De agora em diante tudo seria diferente.
xxxxxx Já sendo dono das casas e da rua, Silvério conseguiu convencer a todos da rua que aquela palavra não poderia ser retirada. Ela era um símbolo de resistência de todos aqueles moradores. Servia para lembrar os problemas que passaram por causa daquilo. Um exemplo para os filhos, netos e até para outros moradores de outras ruas. Mandou pintar a palavra e colocar uma placa comemorativa do lado da letra "I". No desvio da letra "S", mandou construir uma pequena ponte. Uma passagem que permitia as pessoas de irem e vir por ali sem se sujarem. Teve música e tudo. Todos tiraram fotos ao lado dele.
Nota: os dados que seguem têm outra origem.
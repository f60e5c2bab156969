import type { DraftingTable } from '../drafting';
import { figure } from '../figures';
import { at, place, rectangle, shift, type Segment, type Transform } from '../geometry';
import type { Point } from '../primitives';
import { deviceReach } from './insulators';
import type { StringPlan } from './plan';

/** Length of the longest bar, its distance from what stands beside it, and room for a figure, in heights of text. */
const LONGEST = 7;
const GAP = 0.8;
const FIGURE = 4.2;
/** Thickness of a bar as a share of the spacing. */
const THICKNESS = 0.5;

const about = 'string.voltageSharing';
const CAPTION = 'voltage share';

export const shareWords = (percent: number): string => `${figure(percent, 1)} %`;

/** The shares as they follow from the attachment to the live part; null where they are not known for each unit. */
export function sharesFromAttachment(plan: StringPlan, lineEndFirst: readonly number[]): number[] | null {
  const isWhole = plan.discs && plan.count > 1 && lineEndFirst.length === plan.count;
  if (!isWhole || !lineEndFirst.every((share) => Number.isFinite(share) && share >= 0)) return null;
  return [...lineEndFirst].reverse();
}

interface Bars {
  shares: number[];
  lengthsMm: number[];
  thicknessMm: number;
  /** Middle of each unit along the string. */
  middlesMm: number[];
}

function barsOf(plan: StringPlan, shares: number[], textHeightMm: number): Bars {
  const longest = Math.max(...shares, Number.MIN_VALUE);
  return {
    shares,
    lengthsMm: shares.map((share) => (share / longest) * LONGEST * textHeightMm),
    thicknessMm: THICKNESS * plan.unit.spacingMm,
    middlesMm: shares.map((_, i) => plan.topMm + (i + 0.5) * plan.unit.spacingMm),
  };
}

/** All bars but the one at the line end are one primitive; that one is solid, so that it stands out in one ink too. */
function addBars(table: DraftingTable, outlines: Segment[][], frame: Transform): void {
  table.path('share', outlines.slice(0, -1).flat(), { filled: true, frame, about });
  table.path('share', outlines.at(-1) ?? [], { solid: true, frame, about });
}

/** How far bars and their figures reach from the axis, where they stand beyond `fromMm`. */
export const sharingReachMm = (fromMm: number, textHeightMm: number): number =>
  fromMm + (GAP + LONGEST + FIGURE) * textHeightMm;

/** Bars at right angles to the string, each beside its unit, growing away from it. */
export function drawSharingBeside(
  table: DraftingTable,
  plan: StringPlan,
  frame: Transform,
  shares: number[],
  fromMm: number,
): void {
  const t = table.textHeightMm;
  const bars = barsOf(plan, shares, t);
  const { lengthsMm, middlesMm, thicknessMm } = bars;
  const startMm = fromMm + GAP * t;
  addBars(
    table,
    lengthsMm.map((length, i) => rectangle(startMm, middlesMm[i]! - thicknessMm / 2, length, thicknessMm)),
    frame,
  );
  const ends = [0, shares.length - 1].map((i) => place(frame, at(startMm + lengthsMm[i]!, middlesMm[i]!)));
  const [first, last] = ends as [Point, Point];
  const words = [shareWords(shares[0]!), shareWords(shares.at(-1)!)] as const;
  const isUpright = Math.abs(frame.a) > 0.5;
  if (isUpright) {
    const beside = (p: Point): Point => at(p.xMm + 0.5 * t, p.yMm + 0.35 * t);
    table.text('share', beside(first), `${words[0]} ${CAPTION}`, 'start', about);
    table.text('share', beside(last), words[1], 'start', about);
    return;
  }
  // Laid flat, the figures stand below the bars and run towards the attachment, where nothing else is written.
  const lowestMm = place(frame, at(startMm + LONGEST * t, 0)).yMm + 1.1 * t;
  const firstMm = first.yMm + 1.1 * t;
  const half = thicknessMm / 2;
  table.text('share', at(last.xMm + half, lowestMm), `${CAPTION} ${words[1]}`, 'end', about);
  const isClear = lowestMm - firstMm > 1.2 * t;
  table.text('share', at(first.xMm + half, isClear ? firstMm : lowestMm + 1.3 * t), words[0], 'end', about);
}

/**
 * Level bars at the height of each unit of a leaning leg. They grow towards the leg from an upright line that stands
 * clear of it, so that the longest of them use the room below the leg.
 */
export function drawSharingOfLeg(table: DraftingTable, plan: StringPlan, leg: Transform, shares: number[]): void {
  const t = table.textHeightMm;
  const { lengthsMm, middlesMm, thicknessMm } = barsOf(plan, shares, t);
  const out = deviceReach(plan).outMm;
  const heights = middlesMm.map((middle) => place(leg, at(0, middle)).yMm);
  const edges = middlesMm.map((middle) => place(leg, at(out, middle)).xMm);
  const baseMm = Math.max(...lengthsMm.map((length, i) => edges[i]! + length)) + GAP * t;
  const pitch = Math.abs(heights[1]! - heights[0]!);
  const thick = Math.min(thicknessMm, 0.6 * pitch);
  addBars(
    table,
    lengthsMm.map((length, i) => rectangle(baseMm - length, heights[i]! - thick / 2, length, thick)),
    shift(0, 0),
  );
  const [top, bottom] = [heights[0]!, heights.at(-1)!];
  table.add({ kind: 'line', layer: 'share', about, from: at(baseMm, top - thick), to: at(baseMm, bottom + thick) });
  const beside = (heightMm: number): Point => at(baseMm + 0.5 * t, heightMm + 0.35 * t);
  const isRoomy = bottom - top > 1.3 * t;
  table.text('share', beside(isRoomy ? top : bottom - 1.3 * t), shareWords(shares[0]!), 'start', about);
  table.text('share', beside(bottom), shareWords(shares.at(-1)!), 'start', about);
  table.text('share', at(baseMm + 0.5 * t, bottom + 1.65 * t), CAPTION, 'start', about);
}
xxxxxx Com o tempo, sem consultar ninguém, aumentou os aluguéis e os impostos como nunca havia sido feito. Contratou um novo médico, mas ele só aparecia uma vez a cada dois meses. No natal, resolveu fazer uma única festa para todos ao invés de gastar dinheiro em cestas básicas. Churrasco, bebidas e um pouco de futebol somente com os antigos moradores mais íntimos. Alguns moradores até achavam justo tudo aquilo. Afinal, foi ele que enfrentou o antigo dono das casas e da rua. Foi uma conquista dele. Um merecimento.
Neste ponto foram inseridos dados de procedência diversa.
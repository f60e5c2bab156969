import { CHOICE_LABELS } from '../../schemas/fields';
import type { Evaluation, InsulatorUnit, SpecificationInput } from '../../engine/model';
import { DraftingTable } from '../drafting';
import { figure } from '../figures';
import type { Drawing } from '../primitives';
import { assumptions, drawLegend } from './legend';
import { contentSizeMm, layOutSuspension, layOutTension, layOutV } from './layouts';
import { layOutPost } from './post';
import { planString, type StringPlan } from './plan';
import { sharesFromAttachment, shareWords } from './voltage-sharing';

/** Heights of text in the longer side of what is drawn. */
const TEXTS_IN_CONTENT = 46;

export interface DrawingOptions {
  /** 1 for a drawing about 700 pixels high or 150 mm on paper; more where it is shown smaller. */
  textScale?: number;
}

const LAYOUTS = { suspension: layOutSuspension, tension: layOutTension, 'v-suspension': layOutV } as const;

/**
 * The insulator string to scale, in millimetres; null where no unit is chosen or no count is known.
 * Lengths, diameters, spacing and clearance are to scale; the form of fittings and sheds is not.
 */
export function drawString(
  input: SpecificationInput,
  context: { insulator: InsulatorUnit | null },
  evaluation: Evaluation,
  options: DrawingOptions = {},
): Drawing | null {
  const plan = planString(input, context.insulator, evaluation);
  if (!plan) return null;
  const table = new DraftingTable((contentSizeMm(plan) / TEXTS_IN_CONTENT) * (options.textScale ?? 1));
  const layOut = plan.postDeg === null ? LAYOUTS[plan.arrangement] : layOutPost;
  layOut(table, plan, evaluation);
  table.settleWords();
  drawLegend(table, plan);
  return table.finish(titleOf(plan), describe(plan, evaluation));
}

function titleOf(plan: StringPlan): string {
  const units = plan.discs || plan.count > 1 ? `${plan.count} × ${plan.unit.code}` : plan.unit.code;
  if (plan.postDeg !== null) return `${CHOICE_LABELS.insulatorKind['line-post']}, ${units}, to scale`;
  return `${CHOICE_LABELS.arrangement[plan.arrangement]} string, ${units}, to scale`;
}

function describe(plan: StringPlan, evaluation: Evaluation): string {
  const { unit } = plan;
  const parts = [
    `${plan.count} ${CHOICE_LABELS.insulatorKind[unit.kind].toLowerCase()} ${plan.count === 1 ? 'unit' : 'units'} ${unit.code}`,
    `spacing ${figure(unit.spacingMm)} mm`,
    plan.diameterKnown ? `diameter ${figure(plan.diameterMm)} mm` : 'diameter not known',
    `section length ${figure(plan.bottomMm - plan.topMm)} mm`,
  ];
  if (plan.postDeg !== null)
    parts.push(`fixed at the structure, axis ${figure(plan.postDeg)}° above the horizontal, conductor at the tip`);
  if (plan.acrossMm.length > 1)
    parts.push(
      `${plan.acrossMm.length} ${plan.postDeg === null ? 'strings' : 'posts'} in parallel${plan.arrangement === 'v-suspension' ? ' in each leg' : ''}`,
    );
  if (plan.extra > 0) parts.push(`${plan.extra} of them extra units`);
  if (plan.arrangement === 'v-suspension')
    parts.push(`legs at ${figure(plan.windwardDeg)}° and ${figure(plan.leewardDeg)}° from the vertical`);
  if (plan.devices !== 'none')
    parts.push(
      `${CHOICE_LABELS.arcingDevices[plan.devices].toLowerCase()}${plan.gapMm === null ? '' : ` with a gap of ${figure(plan.gapMm)} mm`}`,
    );
  if (plan.withFittings)
    parts.push(`length with fittings ${figure(plan.withFittings.minMm)} to ${figure(plan.withFittings.maxMm)} mm`);
  if (plan.clearanceMm !== null)
    parts.push(`an arc ${figure(plan.clearanceMm)} mm from the live part shows the distance needed to earth`);
  const shares = sharesFromAttachment(plan, evaluation.string?.voltageSharing ?? []);
  if (shares)
    parts.push(
      `bars show the share of the voltage across each unit, from ${shareWords(shares[0]!)} at the attachment to ${shareWords(shares.at(-1)!)} at the line end`,
    );
  return [...parts, ...assumptions(plan)].join('; ') + '.';
}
xxxxxx Aos poucos, todos os antigos moradores da rua foram mudando para outras casas e outras ruas. Foram procurar casas onde os aluguéis e impostos fossem mais baratos, mesmo que as casas fossem, infelizmente, menores ainda que as que viviam na antiga rua.
xxxxxx Comentam que Silvério comprou uma casa e uma rua só para ele. Quase não aparece na antiga rua. Não fala mais com os antigos amigos. Tem chofer, mordomo, babá e quase nunca repete um terno. Seus novos amigos agora são os outros donos de casas e de ruas. Os novos moradores da antiga rua não agüentam mais os aluguéis tão altos e impostos sendo aumentados todos os meses. Os reparos na rede elétrica são pagos agora pelos próprios moradores, assim como a pintura das casas e a manutenção da rede de água e esgoto.
xxxxxx Eles estão tentando uma entrevista com Silvério, mas é preciso passar por dois de seus secretários. Marcar hora e data para um encontro não podem coincidir com as viagens da sua família. Alguns moradores mais íntimos de Silvério não tiveram seus aluguéis renovados. Por o criticarem demais, foram obrigados a sair de suas casas e morar em outras ruas.
xxxxxx Enquanto isso, turistas passam pela rua e tiram fotos diante daquele símbolo de resistência. Querem mostrar aos amigos e parentes que estiveram naquele lugar. Seus sorrisos na frente e a palavra "IDIOTAS", ainda cravada na rua de terra vermelha, no fundo da foto. Um orgulho para todos.